[WHAT IS NEEDED] Repeat exactly the lines from the start of the material below up to and including the "def write_report(args: argparse.Namespace)" line.

[DATA IN THIS EXERCISE]
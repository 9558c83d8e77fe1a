"""The ``foldline report RUN_ID -o FILE`` command: a stored run's HTML report, written to a file.

:func:`register` adds it to the main parser's subparsers; its handler returns 0 when the
report is written and 2 on an error (reported on one line of stderr).
"""

from __future__ import annotations

import argparse
import sys
from pathlib import Path

from service.errors import ServiceError
from service.settings import InvalidSettingsError, checked_settings
from service.usecases.store import URL_SETTING, open_store, store_url
from service.views.report.cache import ReportCache, cache_directory
from service.views.report.stored import stored_run_report
from storage.errors import StorageError


def register(subparsers: argparse._SubParsersAction[argparse.ArgumentParser]) -> None:
    """Add the ``report`` command."""
    parser = subparsers.add_parser("report", help="write a stored run's HTML report")
    parser.add_argument("run_id", type=int, metavar="RUN_ID", help="the run's number")
    parser.add_argument("-o", "--output", required=True, metavar="FILE",
                        help="HTML file to write (self-contained; prints on A4)")
    parser.add_argument("--database-url", metavar="URL",
                        help=f"SQLAlchemy URL of the store (default: ${URL_SETTING}, "
                             "else the SQLite file in $XDG_DATA_HOME/foldline)")
    parser.set_defaults(handler=write_report)


def write_report(args: argparse.Namespace) -> int:
    """Write the run's report to ``args.output``: from the report cache, else rendered and
    cached (the same cache the server uses, ``FOLDLINE_REPORT_CACHE_DIR``)."""
    url = store_url(args.database_url)
    try:
        cache = ReportCache(cache_directory(checked_settings().report_cache_dir, url))
        with open_store(url) as sessions:
            html = stored_run_report(sessions, args.run_id, cache)
    except (StorageError, ServiceError, InvalidSettingsError) as exc:
        return _error(" ".join(str(exc).split()))
    try:
        Path(args.output).write_text(html, encoding="utf-8")
    except OSError as exc:
        return _error(f"report file {args.output}: {exc.strerror}")
    print(f"report of run {args.run_id} written to {args.output}")
    return 0


def _error(message: str) -> int:
    print(f"foldline: error: {message}", file=sys.stderr)
    return 2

[ANSWER TO THE EXERCISE]
repository 9558c83d8e77fe1a
"""The ``foldline report RUN_ID -o FILE`` command: a stored run's HTML report, written to a file.

:func:`register` adds it to the main parser's subparsers; its handler returns 0 when the
report is written and 2 on an error (reported on one line of stderr).
"""

from __future__ import annotations

import argparse
import sys
from pathlib import Path

from service.errors import ServiceError
from service.settings import InvalidSettingsError, checked_settings
from service.usecases.store import URL_SETTING, open_store, store_url
from service.views.report.cache import ReportCache, cache_directory
from service.views.report.stored import stored_run_report
from storage.errors import StorageError


def register(subparsers: argparse._SubParsersAction[argparse.ArgumentParser]) -> None:
    """Add the ``report`` command."""
    parser = subparsers.add_parser("report", help="write a stored run's HTML report")
    parser.add_argument("run_id", type=int, metavar="RUN_ID", help="the run's number")
    parser.add_argument("-o", "--output", required=True, metavar="FILE",
                        help="HTML file to write (self-contained; prints on A4)")
    parser.add_argument("--database-url", metavar="URL",
                        help=f"SQLAlchemy URL of the store (default: ${URL_SETTING}, "
                             "else the SQLite file in $XDG_DATA_HOME/foldline)")
    parser.set_defaults(handler=write_report)


def write_report(args: argparse.Namespace) -> int:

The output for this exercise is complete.